- [The problem]: Pull every line that holds the word "ratingA" from the entries.

[Collected data]

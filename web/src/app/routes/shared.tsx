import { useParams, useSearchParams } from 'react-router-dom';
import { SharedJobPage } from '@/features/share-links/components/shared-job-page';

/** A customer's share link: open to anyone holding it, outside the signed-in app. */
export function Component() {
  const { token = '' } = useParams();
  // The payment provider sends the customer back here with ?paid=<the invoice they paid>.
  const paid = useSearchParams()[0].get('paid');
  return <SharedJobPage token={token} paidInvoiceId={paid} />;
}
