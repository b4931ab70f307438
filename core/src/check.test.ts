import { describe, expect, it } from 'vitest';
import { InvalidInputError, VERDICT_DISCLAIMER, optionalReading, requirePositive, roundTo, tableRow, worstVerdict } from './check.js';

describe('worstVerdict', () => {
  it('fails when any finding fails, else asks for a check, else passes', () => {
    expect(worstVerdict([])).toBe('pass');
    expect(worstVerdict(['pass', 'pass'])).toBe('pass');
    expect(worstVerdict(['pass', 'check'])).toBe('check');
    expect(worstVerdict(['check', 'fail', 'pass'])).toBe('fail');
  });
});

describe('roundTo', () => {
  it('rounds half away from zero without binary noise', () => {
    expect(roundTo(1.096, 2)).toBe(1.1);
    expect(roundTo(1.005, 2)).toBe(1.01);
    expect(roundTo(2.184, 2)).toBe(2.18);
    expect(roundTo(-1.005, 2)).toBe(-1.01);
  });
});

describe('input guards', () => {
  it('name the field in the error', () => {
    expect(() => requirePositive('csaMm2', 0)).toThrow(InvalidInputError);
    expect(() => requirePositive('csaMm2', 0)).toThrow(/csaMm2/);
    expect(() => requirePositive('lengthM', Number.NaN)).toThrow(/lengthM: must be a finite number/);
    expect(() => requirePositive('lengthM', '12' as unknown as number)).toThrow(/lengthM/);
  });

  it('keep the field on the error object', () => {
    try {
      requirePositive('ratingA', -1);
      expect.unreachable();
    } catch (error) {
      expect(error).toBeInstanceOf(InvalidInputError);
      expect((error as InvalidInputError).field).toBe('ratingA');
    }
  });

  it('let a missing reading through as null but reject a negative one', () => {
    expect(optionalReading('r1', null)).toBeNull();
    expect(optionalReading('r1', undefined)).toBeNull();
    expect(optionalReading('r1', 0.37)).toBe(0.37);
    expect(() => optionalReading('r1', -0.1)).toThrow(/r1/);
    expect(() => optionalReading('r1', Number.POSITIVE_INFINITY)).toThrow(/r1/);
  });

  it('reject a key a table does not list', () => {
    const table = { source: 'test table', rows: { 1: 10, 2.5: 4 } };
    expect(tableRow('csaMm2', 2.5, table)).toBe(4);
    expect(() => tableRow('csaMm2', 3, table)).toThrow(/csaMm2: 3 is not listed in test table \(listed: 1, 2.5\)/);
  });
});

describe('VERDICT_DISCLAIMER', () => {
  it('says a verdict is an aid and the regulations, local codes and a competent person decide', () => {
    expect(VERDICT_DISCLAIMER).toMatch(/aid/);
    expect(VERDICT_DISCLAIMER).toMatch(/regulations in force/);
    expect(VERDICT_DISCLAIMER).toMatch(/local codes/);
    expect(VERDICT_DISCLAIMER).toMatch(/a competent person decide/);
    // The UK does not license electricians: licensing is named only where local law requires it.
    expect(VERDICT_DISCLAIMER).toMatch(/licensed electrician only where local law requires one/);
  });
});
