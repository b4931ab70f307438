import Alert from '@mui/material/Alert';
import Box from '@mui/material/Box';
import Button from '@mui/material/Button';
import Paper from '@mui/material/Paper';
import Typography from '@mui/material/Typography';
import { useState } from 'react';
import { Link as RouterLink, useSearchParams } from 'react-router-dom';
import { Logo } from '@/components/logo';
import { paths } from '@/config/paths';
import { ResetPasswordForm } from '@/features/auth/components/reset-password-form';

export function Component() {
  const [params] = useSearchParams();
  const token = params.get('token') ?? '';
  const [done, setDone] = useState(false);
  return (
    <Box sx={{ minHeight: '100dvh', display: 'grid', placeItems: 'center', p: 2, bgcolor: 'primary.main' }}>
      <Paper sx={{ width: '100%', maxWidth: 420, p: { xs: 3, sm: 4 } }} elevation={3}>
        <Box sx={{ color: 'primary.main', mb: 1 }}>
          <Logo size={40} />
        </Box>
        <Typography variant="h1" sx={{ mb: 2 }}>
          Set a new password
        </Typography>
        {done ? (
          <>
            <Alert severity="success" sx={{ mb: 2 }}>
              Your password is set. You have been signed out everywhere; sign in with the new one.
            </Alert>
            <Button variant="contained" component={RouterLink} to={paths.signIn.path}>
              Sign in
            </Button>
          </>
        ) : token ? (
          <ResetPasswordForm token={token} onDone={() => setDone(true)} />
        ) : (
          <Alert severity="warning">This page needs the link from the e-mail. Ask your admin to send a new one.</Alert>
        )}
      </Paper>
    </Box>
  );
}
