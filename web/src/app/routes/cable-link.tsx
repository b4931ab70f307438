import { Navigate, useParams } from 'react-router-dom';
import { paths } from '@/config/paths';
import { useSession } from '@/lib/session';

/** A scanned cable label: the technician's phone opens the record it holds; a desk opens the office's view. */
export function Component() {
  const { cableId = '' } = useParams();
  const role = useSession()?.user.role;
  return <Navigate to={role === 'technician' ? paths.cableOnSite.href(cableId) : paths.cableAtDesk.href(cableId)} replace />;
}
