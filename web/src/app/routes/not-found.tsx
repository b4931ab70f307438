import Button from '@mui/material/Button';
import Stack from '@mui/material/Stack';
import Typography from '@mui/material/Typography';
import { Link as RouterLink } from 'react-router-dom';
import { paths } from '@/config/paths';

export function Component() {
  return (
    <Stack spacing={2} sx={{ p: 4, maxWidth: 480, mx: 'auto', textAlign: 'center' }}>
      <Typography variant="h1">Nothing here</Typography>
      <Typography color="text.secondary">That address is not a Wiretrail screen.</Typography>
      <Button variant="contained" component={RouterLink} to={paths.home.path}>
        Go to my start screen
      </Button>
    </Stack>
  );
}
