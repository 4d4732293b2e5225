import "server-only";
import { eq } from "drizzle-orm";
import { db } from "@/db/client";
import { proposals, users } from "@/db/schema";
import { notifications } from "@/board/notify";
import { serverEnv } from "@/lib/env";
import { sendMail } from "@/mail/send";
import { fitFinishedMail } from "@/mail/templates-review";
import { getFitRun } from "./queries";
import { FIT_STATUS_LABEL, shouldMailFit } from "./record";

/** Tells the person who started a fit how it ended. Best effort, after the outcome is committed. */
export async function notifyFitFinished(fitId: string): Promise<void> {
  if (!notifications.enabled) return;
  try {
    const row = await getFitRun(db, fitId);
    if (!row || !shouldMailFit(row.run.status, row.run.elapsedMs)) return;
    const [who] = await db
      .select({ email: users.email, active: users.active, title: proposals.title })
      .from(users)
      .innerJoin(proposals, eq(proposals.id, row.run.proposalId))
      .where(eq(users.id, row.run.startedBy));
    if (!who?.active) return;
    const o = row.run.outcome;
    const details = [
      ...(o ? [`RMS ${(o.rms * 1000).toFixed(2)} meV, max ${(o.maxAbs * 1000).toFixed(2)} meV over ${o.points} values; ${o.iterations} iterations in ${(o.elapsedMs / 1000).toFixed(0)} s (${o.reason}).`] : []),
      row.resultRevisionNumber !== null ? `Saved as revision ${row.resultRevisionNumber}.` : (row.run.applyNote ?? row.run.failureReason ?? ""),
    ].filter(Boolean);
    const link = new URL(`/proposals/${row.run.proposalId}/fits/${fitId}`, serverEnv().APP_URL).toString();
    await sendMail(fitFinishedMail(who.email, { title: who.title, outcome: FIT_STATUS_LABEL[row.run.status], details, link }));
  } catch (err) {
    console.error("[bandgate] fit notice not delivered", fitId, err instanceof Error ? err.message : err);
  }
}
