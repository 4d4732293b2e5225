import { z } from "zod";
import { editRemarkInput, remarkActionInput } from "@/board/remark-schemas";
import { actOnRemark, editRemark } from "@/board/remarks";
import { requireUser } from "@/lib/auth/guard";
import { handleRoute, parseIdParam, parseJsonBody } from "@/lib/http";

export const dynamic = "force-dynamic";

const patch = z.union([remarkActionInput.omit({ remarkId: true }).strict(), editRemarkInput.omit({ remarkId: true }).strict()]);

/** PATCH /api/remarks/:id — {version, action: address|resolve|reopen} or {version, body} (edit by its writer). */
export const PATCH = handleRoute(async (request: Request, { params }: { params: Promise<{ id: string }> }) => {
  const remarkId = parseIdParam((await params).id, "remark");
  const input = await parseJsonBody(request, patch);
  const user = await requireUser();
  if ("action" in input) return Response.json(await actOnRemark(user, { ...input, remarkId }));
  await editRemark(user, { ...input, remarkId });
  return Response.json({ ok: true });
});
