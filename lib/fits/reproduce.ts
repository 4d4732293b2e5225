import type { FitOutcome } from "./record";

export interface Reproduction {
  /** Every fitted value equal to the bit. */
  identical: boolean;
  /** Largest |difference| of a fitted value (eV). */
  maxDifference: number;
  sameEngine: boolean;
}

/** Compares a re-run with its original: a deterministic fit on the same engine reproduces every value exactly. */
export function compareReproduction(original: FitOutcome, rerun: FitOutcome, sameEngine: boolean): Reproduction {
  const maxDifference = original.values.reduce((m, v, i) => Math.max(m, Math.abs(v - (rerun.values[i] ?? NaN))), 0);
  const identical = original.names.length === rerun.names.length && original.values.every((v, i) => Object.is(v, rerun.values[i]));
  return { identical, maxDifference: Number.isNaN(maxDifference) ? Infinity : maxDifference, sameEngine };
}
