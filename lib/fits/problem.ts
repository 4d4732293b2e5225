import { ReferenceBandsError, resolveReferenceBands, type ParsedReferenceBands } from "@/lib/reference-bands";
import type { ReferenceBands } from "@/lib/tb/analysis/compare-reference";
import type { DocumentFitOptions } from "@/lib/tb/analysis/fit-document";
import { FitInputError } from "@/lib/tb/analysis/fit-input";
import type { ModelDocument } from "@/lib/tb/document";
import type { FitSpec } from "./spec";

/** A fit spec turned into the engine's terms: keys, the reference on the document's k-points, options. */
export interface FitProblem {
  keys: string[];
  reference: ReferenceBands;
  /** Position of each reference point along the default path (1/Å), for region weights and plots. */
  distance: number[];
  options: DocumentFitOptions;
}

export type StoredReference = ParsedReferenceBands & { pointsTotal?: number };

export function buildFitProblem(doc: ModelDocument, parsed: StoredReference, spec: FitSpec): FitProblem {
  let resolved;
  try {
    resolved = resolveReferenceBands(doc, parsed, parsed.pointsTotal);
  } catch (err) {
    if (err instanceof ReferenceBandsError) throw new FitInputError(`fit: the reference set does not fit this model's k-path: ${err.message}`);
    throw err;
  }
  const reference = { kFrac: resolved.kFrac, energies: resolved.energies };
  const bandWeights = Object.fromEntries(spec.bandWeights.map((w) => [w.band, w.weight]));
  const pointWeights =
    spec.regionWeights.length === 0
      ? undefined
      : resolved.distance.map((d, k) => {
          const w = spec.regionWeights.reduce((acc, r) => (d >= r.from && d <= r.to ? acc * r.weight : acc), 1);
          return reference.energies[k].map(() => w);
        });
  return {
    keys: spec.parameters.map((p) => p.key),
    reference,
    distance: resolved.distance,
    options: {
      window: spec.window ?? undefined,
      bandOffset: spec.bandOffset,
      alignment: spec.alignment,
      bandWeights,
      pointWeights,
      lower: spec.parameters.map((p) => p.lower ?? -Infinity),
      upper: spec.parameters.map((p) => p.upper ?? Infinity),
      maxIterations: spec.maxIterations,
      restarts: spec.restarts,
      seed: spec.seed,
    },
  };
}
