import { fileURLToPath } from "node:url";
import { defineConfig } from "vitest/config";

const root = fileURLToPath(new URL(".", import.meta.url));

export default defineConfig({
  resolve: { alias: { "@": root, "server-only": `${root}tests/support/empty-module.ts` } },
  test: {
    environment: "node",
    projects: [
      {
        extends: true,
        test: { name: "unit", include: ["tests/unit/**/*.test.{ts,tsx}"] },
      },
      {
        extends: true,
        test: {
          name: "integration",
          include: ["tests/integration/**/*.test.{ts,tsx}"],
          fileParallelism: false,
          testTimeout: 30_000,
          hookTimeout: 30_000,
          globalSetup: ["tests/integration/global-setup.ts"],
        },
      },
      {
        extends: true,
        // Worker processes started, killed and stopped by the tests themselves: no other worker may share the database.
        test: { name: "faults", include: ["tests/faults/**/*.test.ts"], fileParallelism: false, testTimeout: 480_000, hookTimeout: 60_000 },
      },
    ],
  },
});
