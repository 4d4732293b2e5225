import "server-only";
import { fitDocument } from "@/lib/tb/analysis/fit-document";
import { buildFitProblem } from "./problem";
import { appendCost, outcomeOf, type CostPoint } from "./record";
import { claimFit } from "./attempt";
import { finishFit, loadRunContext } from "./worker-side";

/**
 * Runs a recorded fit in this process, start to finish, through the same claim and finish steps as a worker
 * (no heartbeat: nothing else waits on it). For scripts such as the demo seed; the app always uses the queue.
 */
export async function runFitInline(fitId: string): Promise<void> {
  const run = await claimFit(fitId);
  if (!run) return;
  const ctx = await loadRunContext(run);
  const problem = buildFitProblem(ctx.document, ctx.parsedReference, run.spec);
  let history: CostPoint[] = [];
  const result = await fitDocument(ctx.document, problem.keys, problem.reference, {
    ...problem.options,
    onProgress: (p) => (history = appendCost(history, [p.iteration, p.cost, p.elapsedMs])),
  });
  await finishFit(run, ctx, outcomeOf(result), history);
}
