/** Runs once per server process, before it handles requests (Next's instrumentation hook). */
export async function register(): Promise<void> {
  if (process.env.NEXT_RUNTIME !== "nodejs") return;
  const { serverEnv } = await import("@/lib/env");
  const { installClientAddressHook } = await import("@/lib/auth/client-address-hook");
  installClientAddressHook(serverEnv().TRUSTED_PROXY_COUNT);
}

- [Solution]:
      requirePositive('ratingA', -1);
      expect((error as InvalidInputError).field).toBe('ratingA');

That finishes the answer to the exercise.